È infatti controproducente e inaccettabile richiamare all’adesione e alla partecipazione comune contro l’imperialismo americano chiunque condivida questa avversione, da qualunque area provenga e a qualunque idea politica si riferisca. Così come è allusivo, strumentale e volutamente ambiguo (nonché pericolosamente privo di discernimento politico e ideologico) il riferimento, in quel contesto, alla fede religiosa: come comunisti questa specificazione ci sembra del tutto superflua, poiché siamo abituati a giudicare gli uomini e le donne in base alle relative teorie e prassi politiche, non certo in base alla loro pelle o alla loro religione.
Noi siamo stati tra i primi a solidarizzare con la lotta armata del popolo iracheno contro l’invasione (così come sosteniamo l’Intifada del popolo palestinese contro l’occupante sionista israeliano), ma abbiamo anche aggiunto che questa solidarietà doveva svilupparsi nell’appoggio alle forze laiche, democratiche, socialiste e comuniste, di classe che lottavano e lottano per la liberazione e l’emancipazione sociale. L’anti-imperialismo per noi non coincide col mero nazionalismo indipendentista e tanto meno con l’oscurantismo fondamentalista, viceversa, è una teoria e prassi politica anticapitalistica e rivoluzionaria, tesa a costruire una società senza miseria e sfruttamento, una società comunista. Imbarcare forze che hanno altri progetti politici e si richiamano a ideologie e idealità addirittura opposte a quelle dei comunisti, e che dunque rappresentano per noi non solo avversari politici, ma anche nemici di classe, finisce per essere oggettivamente una vera e propria provocazione. Peraltro, ci convince assai poco anche l’affermazione frettolosa e ambigua relativa alla perdita di significato della distinzione tra destra e sinistra, soprattutto se tesa di fatto (come in quell’appello) a far cadere la imprescindibile pregiudiziale antifascista.
La lotta contro l’imperialismo americano (assieme alla contrapposizione a tutti gli imperialismi), la solidarietà alla resistenza del popolo iracheno ed il sostegno alle forze laiche, democratico-progressiste e di classe in Iraq potevano essere parole d’ordine condivise per costruire un appuntamento ampio della sinistra di classe, antagonista, comunista: in questo modo invece non si fa che dividere per imbarcare soggetti singoli e collettivi che definire ambigui è un eufemismo.
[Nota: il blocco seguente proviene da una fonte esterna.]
import type { Browser } from 'playwright-core';
import { afterAll, beforeAll, describe, expect, it } from 'vitest';
import type { Role } from '@app/shared';
import { navEntries, navFor } from '../../apps/web/src/config/nav';
import { audit, baseUrl, launch, screenshot, signIn, waitForMail } from './browser';

let browser: Browser;
beforeAll(async () => {
  browser = await launch();
});
afterAll(async () => {
  await browser.close();
});

/** The demo accounts (apps/api/seeders/demo.ts) and their roles. */
const ROLES: Array<{ who: string; email: string | null; roles: Role[] }> = [
  { who: 'visitor', email: null, roles: [] },
  { who: 'member', email: 'maren@larkspit.example', roles: ['member'] },
  { who: 'moderator', email: 'moderator@larkspit.example', roles: ['member', 'moderator'] },
  { who: 'treasurer', email: 'treasurer@larkspit.example', roles: ['member', 'treasurer'] },
  { who: 'admin', email: 'admin@larkspit.example', roles: ['member', 'admin'] },
];

describe('role-aware navigation in Chromium', () => {
  it.each(ROLES)(
    '$who sees exactly the navigation for their roles',
    async ({ who, email, roles }) => {
      const page = await browser.newPage({ viewport: { width: 1280, height: 900 } });
      if (email) await signIn(page, email);
      await page.goto(`${baseUrl()}/`);
      const nav = page.getByRole('navigation', { name: 'Main' });
      // In the order the bar shows them: each group's items where the group sits.
      const visible = navFor(email ? { roles } : null);
      const expected = (['primary', 'account'] as const)
        .flatMap((section) => navEntries(visible, section))
        .flatMap((e) => (e.kind === 'item' ? [e.item] : e.items))
        .map((i) => i.label);
      // Items only (a group's own button carries aria-controls); textContent, as grouped items are folded away.
      const items = nav.locator('li > a, li > button:not([aria-controls])');
      await expect.poll(async () => items.count(), { timeout: 10000 }).toBe(expected.length);
      const shown = (await items.allTextContents()).map((t) => t.trim());
      // Each item starts with its label (an item may add a count after it).
      expect(shown.length).toBe(expected.length);
      expected.forEach((label, i) =>
        expect(shown[i]?.startsWith(label), `${who}: "${shown[i]}" vs "${label}"`).toBe(true),
      );
      if (!roles.includes('admin')) expect(shown).not.toContain('Admin');
      await audit(page, `home as ${who}`);
      await page.close();
    },
  );

  it('an admin grants and revokes a role on the admin page', async () => {
    const page = await browser.newPage({ viewport: { width: 1280, height: 900 } });
    await signIn(page, 'admin@larkspit.example');
    await page.goto(`${baseUrl()}/admin/users`);
    const box = page.getByRole('checkbox', { name: /^Moderator role for Bram Cleatson$/i });
    await expect.poll(() => box.count(), { timeout: 10000 }).toBe(1);
    await audit(page, 'admin users');
    await box.click();
    await expect.poll(() => box.isChecked(), { timeout: 10000 }).toBe(true);
    await expect
      .poll(() => page.getByRole('button', { name: 'Undo' }).count(), { timeout: 10000 })
      .toBe(1);
    await waitForMail('bram@larkspit.example', 'roles changed');
    const res = await page.request.get(`${baseUrl()}/api/admin/users?q=bram`);
    const users = ((await res.json()) as { data: Array<{ email: string; roles: string[] }> }).data;
    expect(users.find((u) => u.email === 'bram@larkspit.example')?.roles).toContain('moderator');

    // Revoking asks first.
    await box.click();
    const dialog = page.getByRole('dialog');
    await expect.poll(() => dialog.isVisible(), { timeout: 10000 }).toBe(true);
    await audit(page, 'revoke confirmation dialog');
    await dialog.getByRole('button', { name: /revoke|remove/i }).click();
    await expect.poll(() => box.isChecked(), { timeout: 10000 }).toBe(false);
    await page.close();
  });
});

describe('home page', () => {
  it('renders for a visitor at 1280 px and at a 390 px phone width without sideways scrolling', async () => {
    for (const [name, width] of [
      ['home-1280', 1280],
      ['home-390', 390],
    ] as const) {
      const page = await browser.newPage({ viewport: { width, height: 900 } });
      await page.goto(`${baseUrl()}/`);
      await expect.poll(() => page.getByRole('heading', { level: 1 }).count()).toBeGreaterThan(0);
      const overflow = await page.evaluate(
        () => document.documentElement.scrollWidth - window.innerWidth,
      );
      expect(overflow).toBeLessThanOrEqual(0);
      await expect
        .poll(() => page.getByText('Larkspit Sound Cruising Club').count())
        .toBeGreaterThan(0);
      await screenshot(page, name);
      await audit(page, name);
      await page.close();
    }
  });
});

describe('the first paint', () => {
  it('preloads the upright faces and paints the header bar before any script has run', async () => {
    const html = await (await fetch(`${baseUrl()}/`)).text();
    const fonts = [...html.matchAll(/<link rel="preload" as="font"[^>]* href="([^"]+)"/g)].map(
      (m) => m[1] ?? '',
    );
    expect(fonts).toHaveLength(2);
    expect(fonts.join(' ')).toMatch(/400-normal.*700-normal/);
    for (const href of fonts) expect((await fetch(`${baseUrl()}${href}`)).status).toBe(200);
    // With scripts off, what the browser paints from the HTML alone: the wordmark in the ink-blue bar.
    const context = await browser.newContext({ javaScriptEnabled: false });
    const page = await context.newPage();
    await page.goto(`${baseUrl()}/`);
    await expect.poll(() => page.locator('header').innerText()).toBe('Rodewise');
    expect(
      await page.locator('header').evaluate((el) => getComputedStyle(el).backgroundColor),
    ).not.toBe('rgba(0, 0, 0, 0)');
    await context.close();
  });
});

describe('joining the club', () => {
  it('signs up, confirms the address from the fake inbox, signs in and out', async () => {
    const page = await browser.newPage({ viewport: { width: 390, height: 844 } });
    const email = `newcomer-${Date.now()}@larkspit.example`;
    await page.goto(`${baseUrl()}/join`);
    await page.getByLabel(/^Your name/).waitFor();
    await audit(page, 'join form');
    await page.getByLabel(/^Your name/).fill('Ada Newcomer');
    await page.getByLabel(/^E-mail/).fill(email);
    await page.getByLabel(/^Password/).fill('a-long-enough-secret');
    await page.getByRole('button', { name: 'Create account' }).click();
    await expect
      .poll(() => page.getByText('Check your inbox').count(), { timeout: 10000 })
      .toBeGreaterThan(0);
    await audit(page, 'join: check your inbox');

    const mail = await waitForMail(email, 'Confirm your e-mail');
    const link = /https?:\/\/\S+verify-email\?token=\S+/.exec(mail.text)?.[0];
    expect(link).toBeDefined();
    await page.goto(link ?? '');
    await expect
      .poll(() => page.getByText(/confirmed|verified/i).count(), { timeout: 10000 })
      .toBeGreaterThan(0);
    await audit(page, 'e-mail confirmed');

    await signIn(page, email, 'a-long-enough-secret');
    await page.getByRole('button', { name: 'Menu' }).click();
    await audit(page, 'phone menu open');
    await page.getByRole('button', { name: 'Sign out' }).click();
    await page.getByRole('button', { name: 'Menu' }).click();
    await expect
      .poll(() => page.getByRole('link', { name: 'Sign in' }).count(), { timeout: 10000 })
      .toBeGreaterThan(0);
    await page.close();
  });
});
Crediamo che su questa strada non si produce una trasformazione rivoluzionaria del mondo in senso comunista, ma si scivola nella confusione ideologica e nell’avventurismo politico (la consapevolezza di questa realtà sta opportunamente portando molti compagni a ritirare l’adesione alla manifestazione del 6 Dicembre) .
Come Associazione siamo e saremo sempre al fianco di tutte le lotte antimperialiste (e contro tutti gli imperialismi!) che si muovono in una prospettiva di classe per la costruzione di una società comunista, scegliendo con cura i compagni di strada, per evitare di fare di ogni erba un “fascio”.

  CACCIAMO GLI INVASORI DALL’IRAQ E DALLA PALESTINA!

VIVA LA RESISTENZA DEL POPOLO IRACHENO E PALESTINESE!

APPOGGIAMO LE FORZE RIVOLUZIONARIE CHE LOTTANO PER UNA SOCIETA’ LAICA E SOCIALISTA!